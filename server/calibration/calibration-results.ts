// The numbers of a calibration session: agreement (Fleiss' κ over field chips, Cohen's κ for each
// pair of observers), each observer's mean ΔE00 and bias against the specimens' reference colours,
// and who meets the thresholds. Pure: the caller loads the rows (calibration-load.ts).
import type {
  CalibrationResults,
  ChipCount,
  ObserverResult,
  PairAgreement,
  ScreeningSummary,
  SpecimenAgreement,
  SpecimenPick,
} from '../../shared/api/calibration-answers.js';
import { deltaE00 } from '../../shared/colour/delta-e.js';
import { displayHex } from '../../shared/colour/display-hex.js';
import type { Lab, LabTuple } from '../../shared/colour/lab.js';
import { cohenKappa, pairTable } from '../../shared/stats/cohen-kappa.js';
import { countTable, fleissKappa, subjectAgreement } from '../../shared/stats/fleiss-kappa.js';
import { fleissKappaInterval } from '../../shared/stats/kappa-interval.js';
import { landisKochBand } from '../../shared/stats/landis-koch.js';
import { failedRules, observerAdvice, sampleWarnings } from './calibration-advice.js';

/** What the results are computed from. */
export interface ResultsInput {
  session: { id: number; title: string; status: 'open' | 'closed'; referenceSetId: string; kappaThreshold: number; deltaE00Threshold: number };
  /** In position order. */
  specimens: { id: number; label: string; position: number; lab: Lab; referenceFieldCode: string }[];
  /** Everybody invited or answering, in the order rows are shown. */
  observers: { userId: number; name: string }[];
  responses: { specimenId: number; observerId: number; chipCode: string; fieldCode: string; lab: Lab }[];
  /** Observers with a stored certification from this session. */
  certified: ReadonlySet<number>;
  /** Each user's latest screening; missing: not screened. */
  screenings: ReadonlyMap<number, ScreeningSummary>;
  /** When these numbers count from (now while open, the close time after). */
  computedAt: Date;
}

/** One observer's answer against its specimen's reference. */
export interface Scored {
  specimenId: number;
  observerId: number;
  chipCode: string;
  fieldCode: string;
  deltaE00: number;
  delta: LabTuple;
  fieldHit: boolean;
}

/** Computes the whole results table of a session. */
export function computeResults(input: ResultsInput): CalibrationResults {
  const { session, specimens, observers } = input;
  const specimenById = new Map(specimens.map((s) => [s.id, s]));
  const scored: Scored[] = input.responses.flatMap((r) => {
    const specimen = specimenById.get(r.specimenId);
    return specimen ? [score(r, specimen)] : [];
  });

  const picks = specimens.map((s) => scored.filter((x) => x.specimenId === s.id).map((x) => x.fieldCode));
  const { table } = countTable(picks);
  const fleiss = fleissKappa(table.length ? table : [[]]);
  const kappa = fleiss.kappa;
  const band = kappa === null ? null : landisKochBand(kappa);
  const kappaInterval = kappa === null ? null : fleissKappaInterval(table);

  const observerRows = observers.map((o) => observerRow(o, scored, specimens.length, kappa, input));
  return {
    sessionId: session.id,
    title: session.title,
    status: session.status,
    referenceSetId: session.referenceSetId,
    thresholds: { kappa: session.kappaThreshold, deltaE00: session.deltaE00Threshold },
    fleissKappa: kappa,
    band,
    kappaSpecimens: fleiss.subjects,
    kappaInterval,
    sampleWarnings: sampleWarnings(fleiss.subjects, observers.length, kappaInterval, session.kappaThreshold),
    observedAgreement: kappa === null ? null : fleiss.observed,
    chanceAgreement: kappa === null ? null : fleiss.chance,
    progress: { specimens: specimens.length, observers: observers.length, responses: scored.length, expected: specimens.length * observers.length },
    observers: observerRows,
    specimens: specimens.map((s, i) => specimenRow(s, scored.filter((x) => x.specimenId === s.id), picks[i]!, observers, input.responses)),
    pairs: pairRows(observers, specimens, scored),
    computedAt: input.computedAt.toISOString(),
  };
}

/** ΔE00 (CIEDE2000) and the signed difference of the picked chip from the reference, chip minus reference. */
export function score(r: ResultsInput['responses'][number], specimen: ResultsInput['specimens'][number]): Scored {
  return {
    specimenId: r.specimenId,
    observerId: r.observerId,
    chipCode: r.chipCode,
    fieldCode: r.fieldCode,
    deltaE00: deltaE00(specimen.lab, r.lab),
    delta: [r.lab.l - specimen.lab.l, r.lab.a - specimen.lab.a, r.lab.b - specimen.lab.b],
    fieldHit: r.fieldCode === specimen.referenceFieldCode,
  };
}

function mean(values: readonly number[]): number | null {
  return values.length ? values.reduce((s, v) => s + v, 0) / values.length : null;
}

function observerRow(o: { userId: number; name: string }, scored: readonly Scored[], specimenCount: number, kappa: number | null, input: ResultsInput): ObserverResult {
  const own = scored.filter((x) => x.observerId === o.userId);
  const n = own.length;
  const meanDeltaE00 = mean(own.map((x) => x.deltaE00));
  // Bias is the mean signed difference per axis (ΔL*, Δa*, Δb*), chip minus reference: positive
  // ΔL* reads lighter, positive Δa* redder, negative Δb* bluer than the specimen is.
  const bias: LabTuple | null = n ? [0, 1, 2].map((k) => mean(own.map((x) => x.delta[k]!))!) as LabTuple : null;
  const complete = specimenCount > 0 && n === specimenCount;
  const { kappaThreshold, deltaE00Threshold } = input.session;
  const qualifies = complete && kappa !== null && kappa >= kappaThreshold && meanDeltaE00 !== null && meanDeltaE00 <= deltaE00Threshold;
  const fieldHitRate = n ? own.filter((x) => x.fieldHit).length / n : null;
  const missedLabels = own.filter((x) => !x.fieldHit).map((x) => input.specimens.find((s) => s.id === x.specimenId)?.label ?? '');
  const advice = { n, specimens: specimenCount, meanDeltaE00, fieldHitRate, bias, kappa, thresholds: { kappa: kappaThreshold, deltaE00: deltaE00Threshold }, missedLabels };
  return {
    userId: o.userId,
    name: o.name,
    n,
    complete,
    meanDeltaE00,
    bias,
    fieldHitRate,
    qualifies,
    certified: input.certified.has(o.userId),
    screening: input.screenings.get(o.userId) ?? null,
    failedRules: qualifies ? [] : failedRules(advice),
    advice: observerAdvice(advice),
  };
}

function specimenRow(s: ResultsInput['specimens'][number], answers: readonly Scored[], fieldPicks: readonly string[], observers: ResultsInput['observers'], responses: ResultsInput['responses']): SpecimenAgreement {
  const picks: SpecimenPick[] = observers.flatMap((o) => {
    const a = answers.find((x) => x.observerId === o.userId);
    const r = responses.find((x) => x.observerId === o.userId && x.specimenId === s.id);
    if (!a || !r) return [];
    return [{ userId: o.userId, name: o.name, chipCode: a.chipCode, fieldCode: a.fieldCode, chipHex: displayHex(r.lab).hex, deltaE00: a.deltaE00, fieldHit: a.fieldHit }];
  });
  const counts = new Map<string, number>();
  for (const code of fieldPicks) counts.set(code, (counts.get(code) ?? 0) + 1);
  const countList: ChipCount[] = [...counts].map(([fieldCode, count]) => ({ fieldCode, count })).sort((a, b) => b.count - a.count || a.fieldCode.localeCompare(b.fieldCode));
  return {
    specimenId: s.id,
    label: s.label,
    position: s.position,
    referenceLab: [s.lab.l, s.lab.a, s.lab.b],
    referenceHex: displayHex(s.lab).hex,
    referenceFieldCode: s.referenceFieldCode,
    n: answers.length,
    counts: countList,
    agreement: subjectAgreement(countList.map((c) => c.count)),
    meanDeltaE00: mean(answers.map((x) => x.deltaE00)),
    picks,
  };
}

function pairRows(observers: ResultsInput['observers'], specimens: ResultsInput['specimens'], scored: readonly Scored[]): PairAgreement[] {
  const pickOf = (observerId: number) => specimens.map((s) => scored.find((x) => x.observerId === observerId && x.specimenId === s.id)?.fieldCode ?? null);
  const rows: PairAgreement[] = [];
  for (let i = 0; i < observers.length; i++) {
    for (let j = i + 1; j < observers.length; j++) {
      const a = observers[i]!;
      const b = observers[j]!;
      const t = pairTable(pickOf(a.userId), pickOf(b.userId));
      const kappa = t.n ? cohenKappa(t.table) : null;
      const agreeing = t.table.reduce((s, row, k) => s + row[k]!, 0);
      rows.push({ a: a.userId, b: b.userId, aName: a.name, bName: b.name, n: t.n, kappa, band: kappa === null ? null : landisKochBand(kappa), observedAgreement: t.n ? agreeing / t.n : null });
    }
  }
  return rows;
}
----
• **Assignment**
The number of lines in the data holding the string "find" is the whole answer.

• **Answer box**
4